Todo acto creativo pretende, en algún modo, permitirle al creador trascender en el tiempo, estar presente en el futuro cuando sólo sea pasado. Todo acto creativo busca justificar nuestra estancia en la tierra, tratando de comprender la vida, encontrarle sentido y hacer con ella algo que valga el esfuerzo.
El ejercicio de la escritura, en algún momento, cuando se revela a otros ojos u otro entendimiento, ajenos a los del autor, se convierte en literatura. Sin embargo, la finalidad de ese ejercicio es la de constituirse en una vía para lograr que nuestra voz adquiera eco y dure, abarcando tiempos y espacios de los que no disponemos en la cotidianidad más rutinaria. Y no simplemente la de ser una consagración de biblioteca, un alimento de polillas, un espécimen en la arqueología de la crítica.
Escribir es, entonces, una forma de buscar y de encontrarle sentido a la vida. Una búsqueda y un hallazgo, porque la escritura, aunque sea evasiva para el lector nunca dejará de ser un ejercicio de reflexión para el escritor. Y en este sentido es oportunidad de creación, de encuentro con uno mismo, de comprensión de nuestro medio y de realización como persona.

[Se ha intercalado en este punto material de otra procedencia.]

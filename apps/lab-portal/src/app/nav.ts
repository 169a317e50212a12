import type { NavItem } from '@ohmprint/ui';

/** Side navigation of the lab portal; the shell shows each entry to the roles listed. */
export const LAB_NAV: readonly NavItem[] = [
  { label: 'Home', icon: 'home', path: '/', exact: true },
  { label: 'Staff', icon: 'group', path: '/staff', roles: ['lab-admin'] },
  { label: 'Client organisations', icon: 'storefront', path: '/clients', roles: ['lab-admin'] },
  { label: 'Labs', icon: 'domain', path: '/labs', roles: ['platform-operator'] },
];
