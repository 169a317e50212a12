import { LAB_ROLES } from '@ohmprint/contracts';
import type { PortalConfig } from '@ohmprint/ui';

export const LAB_PORTAL: PortalConfig = {
  kind: 'lab',
  title: 'Lab portal',
  acceptedRoles: ['platform-operator', ...LAB_ROLES],
  otherPortal: { title: 'Client portal', url: '/' },
};
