import { Column, Entity, PrimaryGeneratedColumn } from 'typeorm';
import type { CellConstantSource, DeclaredExport, KramersKronigSummary, TemperatureSource } from '@ohmprint/contracts';

/** One instrument export of a sample: the raw file as uploaded and the spectrum read from it. */
@Entity({ name: 'replicate' })
export class Replicate {
  @PrimaryGeneratedColumn('uuid') id!: string;
  @Column({ name: 'lab_id', type: 'uuid' }) labId!: string;
  @Column({ name: 'sample_id', type: 'uuid' }) sampleId!: string;
  @Column({ name: 'replicate_number', type: 'integer' }) replicateNumber!: number;
  @Column({ name: 'file_name', type: 'text' }) fileName!: string;
  @Column({ name: 'raw_file', type: 'bytea', select: false }) rawFile!: Buffer;
  @Column({ name: 'frequency_hz', type: 'double precision', array: true }) frequencyHz!: number[];
  @Column({ type: 'double precision', array: true }) re!: number[];
  @Column({ type: 'double precision', array: true }) im!: number[];
  @Column({ name: 'instrument_id', type: 'uuid' }) instrumentId!: string;
  @Column({ name: 'cell_id', type: 'uuid' }) cellId!: string;
  @Column({ name: 'cell_constant_per_cm', type: 'double precision' }) cellConstantPerCm!: number;
  @Column({ name: 'cell_constant_source', type: 'text' }) cellConstantSource!: CellConstantSource;
  @Column({ name: 'calibration_id', type: 'uuid', nullable: true }) calibrationId!: string | null;
  @Column({ name: 'temperature_c', type: 'double precision' }) temperatureC!: number;
  @Column({ name: 'temperature_source', type: 'text', default: 'entered' }) temperatureSource!: TemperatureSource;
  /** What the export said about itself at upload; null for uploads made before it was read. */
  @Column({ type: 'jsonb', nullable: true }) declared!: DeclaredExport | null;
  @Column({ name: 'kramers_kronig', type: 'jsonb' }) kramersKronig!: KramersKronigSummary;
  @Column({ type: 'boolean', default: false }) excluded!: boolean;
  @Column({ name: 'exclusion_reason', type: 'text', nullable: true }) exclusionReason!: string | null;
  @Column({ name: 'excluded_by_user_id', type: 'uuid', nullable: true }) excludedByUserId!: string | null;
  @Column({ name: 'excluded_at', type: 'timestamptz', nullable: true }) excludedAt!: Date | null;
  @Column({ type: 'text' }) via!: 'portal' | 'instrument-key';
  @Column({ name: 'uploaded_by_user_id', type: 'uuid', nullable: true }) uploadedByUserId!: string | null;
  @Column({ name: 'instrument_key_id', type: 'uuid', nullable: true }) instrumentKeyId!: string | null;
  @Column({ name: 'uploaded_at', type: 'timestamptz' }) uploadedAt!: Date;
}
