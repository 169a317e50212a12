import type { Routes } from '@angular/router';
import { TeamPage } from './team-page';

export default [{ path: '', title: 'Team · Ohmprint', component: TeamPage }] satisfies Routes;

Antes de continuar, debo aclarar algo. Este intento explicativo de lo que suelo hacer y de lo que ha sido mi camino, tal vez pueda encontrar resonancia en oídos ajenos. Tal vez pueda servir para que alguien se vea reflejado o se sienta partícipe de mi experiencia. Pero mientras tanto será tan sólo mi vivencia, expuesta ante ustedes a riesgo de todo. Nada más pretende.

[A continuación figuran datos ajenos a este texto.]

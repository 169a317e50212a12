import type { EntityManager } from 'typeorm';
import { replicateAgreement } from '@ohmprint/spectral-engine';
import type { ExcludeReplicate, MethodSettings, ReplicateAgreementSummary, SampleMeasurements, SpectrumPoints } from '@ohmprint/contracts';
import { ApiError } from '../../core/api-error';
import type { AuthContext } from '../auth/auth-context';
import { recordAudit } from '../audit/record-audit';
import { labMethod } from '../libraries/lab-method';
import { findLabSample, requireSampleState } from '../samples/sample-access';
import { prepareReplicates } from './prepared-replicates';
import { Replicate } from './replicate.entity';
import { replicateViews } from './replicate-view';

/** Agreement of the included replicates that cover the band; null below two of them. */
export function agreementOf(replicates: readonly Replicate[], method: MethodSettings): ReplicateAgreementSummary | null {
  const usable = prepareReplicates(replicates.filter((r) => !r.excluded), method).filter((p) => p.spectrum !== null);
  if (usable.length < 2) return null;
  const a = replicateAgreement(usable.map((p) => p.spectrum!));
  return {
    replicateCount: usable.length,
    maxPairDistance: a.maxDistance,
    meanPairDistance: a.meanDistance,
    limit: method.replicateDistanceLimit,
    passed: a.maxDistance <= method.replicateDistanceLimit,
  };
}

export async function sampleMeasurements(manager: EntityManager, labId: string, sampleId: string): Promise<SampleMeasurements> {
  await findLabSample(manager, labId, sampleId);
  const [views, replicates, method] = await Promise.all([
    replicateViews(manager, labId, sampleId),
    manager.find(Replicate, { where: { labId, sampleId }, order: { replicateNumber: 'ASC' } }),
    labMethod(manager, labId),
  ]);
  return { sampleId, replicates: views, agreement: agreementOf(replicates, method) };
}

export async function replicateSpectrum(manager: EntityManager, labId: string, sampleId: string, replicateId: string): Promise<SpectrumPoints> {
  const r = await manager.findOne(Replicate, { where: { id: replicateId, sampleId, labId } });
  if (!r) throw ApiError.notFound('Replicate');
  return { frequencyHz: r.frequencyHz, re: r.re, im: r.im };
}

/** Takes a replicate out of later analyses; the reason is kept and audited. */
export async function excludeReplicate(manager: EntityManager, auth: AuthContext, labId: string, sampleId: string, replicateId: string, body: ExcludeReplicate): Promise<void> {
  const sample = await findLabSample(manager, labId, sampleId, true);
  requireSampleState(sample, ['measuring', 'analysed', 'returned-for-rework'], 'excluding a replicate');
  const r = await manager.findOne(Replicate, { where: { id: replicateId, sampleId, labId } });
  if (!r) throw ApiError.notFound('Replicate');
  if (r.excluded) throw ApiError.conflict(`Replicate ${r.replicateNumber} is already excluded (${r.exclusionReason}).`);
  await manager.update(Replicate, { id: r.id, labId }, { excluded: true, exclusionReason: body.reason, excludedByUserId: auth.userId, excludedAt: new Date() });
  await recordAudit(manager, {
    labId,
    actorUserId: auth.userId,
    action: 'measurement.replicate-excluded',
    subjectType: 'replicate',
    subjectId: r.id,
    details: { sampleCode: sample.code, replicateNumber: r.replicateNumber, fileName: r.fileName, reason: body.reason },
  });
}
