import type { EntityManager } from 'typeorm';
import { ApiError } from '../../core/api-error';
import { recordAudit } from '../audit/record-audit';
import { notifyClientOrganisation } from '../notifications/notify-client-organisation';
import { Lab } from '../labs/lab.entity';
import { ReportContent, ReportData } from './pdf/report-data';
import { VERDICT_WORDS } from './pdf/verdict-badge';
import { SCREENING_CAUTION } from './pdf/report-wording';
import { TestReport } from './test-report.entity';
import { claimReportNumber, markClaimIssued } from './report-numbering';
import { formatVerificationCode, newVerificationCode, verificationUrl } from './verification-code';
import { produceSignedReport } from './produce-signed-report';
import { stageClock } from './issuance-stages';

/** A step another feature adds to the issuing transaction, run after the report row exists. */
export type IssuanceStep = (manager: EntityManager, report: TestReport) => Promise<void>;

export interface IssueReportInput {
  labId: string;
  analysisId: string;
  sampleId: string;
  clientOrganisationId: string;
  /** The reviewer whose approval issues the report. */
  actorUserId: string;
  content: ReportContent;
  /**
   * Further work that must commit with the report or not at all, e.g. consuming the order's
   * reserved credits once billing provides that step.
   */
  steps?: IssuanceStep[];
  issuedAt?: Date;
}

/**
 * Issues a report inside the caller's transaction: number, render, sign, store with its hash,
 * audit, notify the client, then the caller's steps. Any failure throws, and the caller's
 * rollback leaves no report row, no e-mail and the analysis as it was; the number it had claimed
 * is handed to the next issuance (see `claimReportNumber`), so none is lost.
 */
export async function issueReport(manager: EntityManager, input: IssueReportInput): Promise<TestReport> {
  const lab = await manager.findOneBy(Lab, { id: input.labId });
  if (!lab) throw ApiError.notFound('The lab');
  const issuedAt = input.issuedAt ?? new Date();
  // Claimed in a moment of its own: the lab's counter is not locked while the PDF renders and signs.
  const clock = stageClock();
  clock?.lap('loadData');
  const claim = await claimReportNumber(manager, lab, issuedAt);
  clock?.lap('claimNumber');
  const number = claim.number;
  const report = await storeSignedReport(manager, lab, {
    content: input.content,
    number,
    baseNumber: number,
    revision: 0,
    replaces: null,
    issuedAt,
    actorUserId: input.actorUserId,
    analysisId: input.analysisId,
    sampleId: input.sampleId,
    clientOrganisationId: input.clientOrganisationId,
  });
  await markClaimIssued(manager, claim, report.id);
  clock?.lap('store');
  await recordAudit(manager, {
    labId: lab.id,
    actorUserId: input.actorUserId,
    action: 'report.issued',
    subjectType: 'test-report',
    subjectId: report.id,
    details: { number, analysisId: input.analysisId, sha256: report.sha256, verdict: report.verdict },
  });
  clock?.lap('audit');
  await notifyClient(manager, report, 'report-issued', {
    subject: `Test report ${number} is ready`,
    lines: [
      `Test report ${number} for sample ${report.sampleCode} (${report.productName}) has been issued by ${lab.name}.`,
      `Result: ${VERDICT_WORDS[report.verdict]}.`,
      // the e-mail states a result, so it carries the same caution as the report and the screens
      SCREENING_CAUTION,
      'Download it from your reports page in Ohmprint.',
      `Anyone holding the PDF can check it at ${verificationUrl(number, report.verificationCode)}`,
    ],
  });
  clock?.lap('notify');
  for (const step of input.steps ?? []) await step(manager, report);
  clock?.lap('credits');
  return report;
}

export interface StoreReportInput {
  content: ReportContent;
  number: string;
  baseNumber: string;
  revision: number;
  replaces: { id: string; reportNumber: string; reason: string } | null;
  issuedAt: Date;
  actorUserId: string;
  analysisId: string;
  sampleId: string;
  clientOrganisationId: string;
}

/** Renders, signs and inserts one report row (an original or a revision). */
export async function storeSignedReport(manager: EntityManager, lab: Lab, input: StoreReportInput): Promise<TestReport> {
  const code = newVerificationCode();
  const data: ReportData = {
    ...input.content,
    reportNumber: input.number,
    issuedAt: input.issuedAt.toISOString(),
    replaces: input.replaces && { reportNumber: input.replaces.reportNumber, reason: input.replaces.reason },
    verification: { code: formatVerificationCode(code), url: verificationUrl(input.number, code) },
  };
  const signed = await produceSignedReport(manager, lab, data);
  const report = manager.create(TestReport, {
    labId: lab.id,
    clientOrganisationId: input.clientOrganisationId,
    analysisId: input.analysisId,
    sampleId: input.sampleId,
    number: input.number,
    baseNumber: input.baseNumber,
    revision: input.revision,
    replacesReportId: input.replaces?.id ?? null,
    supersededByReportId: null,
    status: 'issued',
    verdict: data.results.verdict,
    sampleCode: data.sample.code,
    productName: data.sample.productName,
    issuedAt: input.issuedAt,
    issuedByUserId: input.actorUserId,
    amendmentReason: input.replaces?.reason ?? null,
    revokedAt: null,
    revokedByUserId: null,
    revocationReason: null,
    verificationCode: code,
    sha256: signed.sha256,
    pdf: signed.pdf,
    pdfSize: signed.pdf.length,
    content: data,
    signingCredentialId: signed.signingCredentialId,
  });
  return manager.save(TestReport, report);
}

/**
 * Tells the report's client organisation (e-mail and in-app, in the caller's transaction); the
 * link opens the client's reports page.
 */
export async function notifyClient(manager: EntityManager, report: TestReport, event: 'report-issued' | 'report-amended' | 'report-revoked', message: { subject: string; lines: string[] }): Promise<void> {
  await notifyClientOrganisation(manager, {
    labId: report.labId,
    clientOrganisationId: report.clientOrganisationId,
    event,
    subject: message.subject,
    text: message.lines.join('\n\n'),
    link: '/reports',
  });
}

Hablar de este tema inevitablemente me exige exponer algo de mi propia experiencia en el ejercicio de la escritura. Tal vez describa sólo lo que ha sido y es mi acercamiento al acto de escribir, a lo que fue aquel primer temprano deslumbramiento, cuando me di cuenta que podía transformar mis solitarias ideas en palabras coherentes, en relatos tales como los que leía en historietas, primero, en libros de aventura, después y en páginas de autoayuda, al final de mi infancia, cuando aún el término no había eclosionado y tan solo era la exposición de unos consejos infalibles para resolver toda clase de problemas.
De la lectura surgió la escritura, la percepción del poder de la escritura, el goce del escribir y leer algo que primero existió en mi pensamiento que en los sentidos ajenos. Según creía.

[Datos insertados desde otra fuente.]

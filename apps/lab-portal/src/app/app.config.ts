import type { ApplicationConfig } from '@angular/core';
import { providePortal } from '@ohmprint/ui';
import { routes } from './app.routes';
import { LAB_NAV } from './nav';
import { LAB_PORTAL } from './portal';

export const appConfig: ApplicationConfig = {
  providers: [providePortal(LAB_PORTAL, routes, LAB_NAV)],
};
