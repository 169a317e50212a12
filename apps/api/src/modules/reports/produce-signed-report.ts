import { createHash } from 'node:crypto';
import type { EntityManager } from 'typeorm';
import { ReportData } from './pdf/report-data';
import { runCpuTask } from '../../core/cpu-pool/cpu-pool';
import { credentialForSigning } from './signing/signing-credentials';
import { stageClock } from './issuance-stages';

export interface SignedReport {
  pdf: Buffer;
  sha256: string;
  signingCredentialId: string;
}

/** Renders the report and signs it with the lab's credential; the hash is of the signed bytes. */
export async function produceSignedReport(manager: EntityManager, lab: { id: string; name: string }, data: ReportData): Promise<SignedReport> {
  const [row]: Array<{ logo: Buffer | null }> = await manager.query('SELECT logo FROM lab WHERE id = $1', [lab.id]);
  const credential = await credentialForSigning(manager, lab);
  const clock = stageClock();
  clock?.lap('loadCredential');
  // Rendering and signing take CPU: a worker thread does both.
  const { pdf: signed, renderMs, signMs } = await runCpuTask('renderAndSign', {
    data,
    logo: row?.logo ? new Uint8Array(row.logo) : null,
    p12: new Uint8Array(credential.p12),
    passphrase: credential.passphrase,
    signature: {
      // The number in the signature's reason is readable in the file without decompressing anything,
      // which lets the public page say which report an altered upload claims to be.
      reason: `Test report ${data.reportNumber}`,
      signerName: data.lab.name,
      location: data.lab.siteOfTesting ?? data.lab.address.join(', '),
      contactInfo: data.lab.contactEmail ?? '',
      signingTime: new Date(data.issuedAt),
    },
  });
  // the rest of the task's time is its wait for a free thread and the hand-over both ways
  clock?.lapSplit({ render: renderMs, sign: signMs }, 'threadWait');
  const pdf = Buffer.from(signed.buffer, signed.byteOffset, signed.byteLength);
  return { pdf, sha256: createHash('sha256').update(pdf).digest('hex'), signingCredentialId: credential.id };
}
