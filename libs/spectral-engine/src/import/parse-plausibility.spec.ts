import { parseSpectrumFile } from './parse-spectrum-file';
import { SpectrumImportError } from './spectrum-import-error';

const HEADER = "Frequency (Hz);Z' (Ω);Z'' (Ω)";
const GOOD = ['1000;120.5;-30.25', '100;150;-60.5', '10;200;-90', '1;260;-40', '0.1;300;-10'];

function refusal(lines: string[], options = {}): SpectrumImportError {
  try {
    parseSpectrumFile([HEADER, ...lines].join('\n'), options);
  } catch (e) {
    if (e instanceof SpectrumImportError) return e;
    throw e;
  }
  throw new Error('expected the file to be refused');
}

describe('parseSpectrumFile: values no instrument measures', () => {
  it('refuses an all-zero impedance at its first line', () => {
    const e = refusal(['1000;0;0', '100;0;0', '10;0;0', '1;0;0', '0.1;0;0']);
    expect(e.message).toMatch(/impedance is zero/);
    expect([e.line, e.column]).toEqual([2, 6]);
  });

  it('refuses 1e-300 Ω and 1e200 Ω, naming the line and column of the cell', () => {
    const tiny = refusal([...GOOD.slice(0, 3), '1;1e-300;-40', '0.1;300;-10']);
    expect(tiny.message).toMatch(/1e-300 is outside the plausible range/);
    expect([tiny.line, tiny.column]).toEqual([5, 3]);
    const huge = refusal([...GOOD.slice(0, 2), '10;200;-1e200', ...GOOD.slice(3)]);
    expect(huge.message).toMatch(/-1e200 is outside the plausible range/);
    expect([huge.line, huge.column]).toEqual([4, 8]);
  });

  it('refuses a 1e308 Hz frequency', () => {
    const e = refusal(['1e308;120;-30', ...GOOD.slice(1)]);
    expect(e.message).toMatch(/frequency 1e308 is outside the plausible range/);
    expect([e.line, e.column]).toEqual([2, 1]);
  });

  it('keeps a zero reactance (a purely resistive point) and ordinary values', () => {
    const s = parseSpectrumFile([HEADER, '1000;120;0', ...GOOD.slice(1)].join('\n'));
    expect(Array.from(s.im)).toEqual([-10, -40, -90, -60.5, 0]);
  });

  it('stops at the first row beyond maxPoints', () => {
    const e = refusal(GOOD, { maxPoints: 3 });
    expect(e.message).toMatch(/more than 3 data rows/);
    expect(e.line).toBe(5);
    expect(parseSpectrumFile([HEADER, ...GOOD].join('\n'), { maxPoints: 5 }).frequencyHz).toHaveLength(5);
  });
});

Este descubrimiento de las primeras letras y palabras dispuestas en un papel, con mucho rebuscamiento, en ese entonces, con altas dosis de grandilocuencia, probando los trajes de muchos narradores hasta quedarme con mi propio ropaje y desnudez, fue el inicio de un impulso, de un gusto que se transformó en necesidad. La necesidad de comunicarme se hizo papel. El verbo se hizo papel y tinta y vivió en mí. Al menos hasta que llegó el ordenador y la Internet.
Escribir es, pues, en primer término, una necesidad, casi fisiológica, expresión de sentirme vivo. De manifestar la potencia de pensar, de hilar de manera inteligible algunas frases. De exponer algunas fantasías como si tuviesen vida propia.
Las necesidades casi fisiológicas se manifiestan, muchas veces, con urgencia. Urgencia de decir, de hacer, de exponer, de reiterar y de retirar lo que se convirtió en el error del ensayo.
Escribir, luego fue, es y será, también, una manera de manifestar los sentimientos y emociones del descubrimiento del mundo. Y de documentar ese descubrimiento. La escritura es la máxima fantasía de la manifestación de sentimientos. Tanto, que seguramente creímos que de otra manera no se podrían expresar. Hoy me doy cuenta que tal vez no era manifestación de sentimiento y emociones sino, simplemente, creación de estímulos para la aparición de sentimientos y emociones. Mi mundo y el mundo de la otra persona se confunden para diferenciarse eficazmente.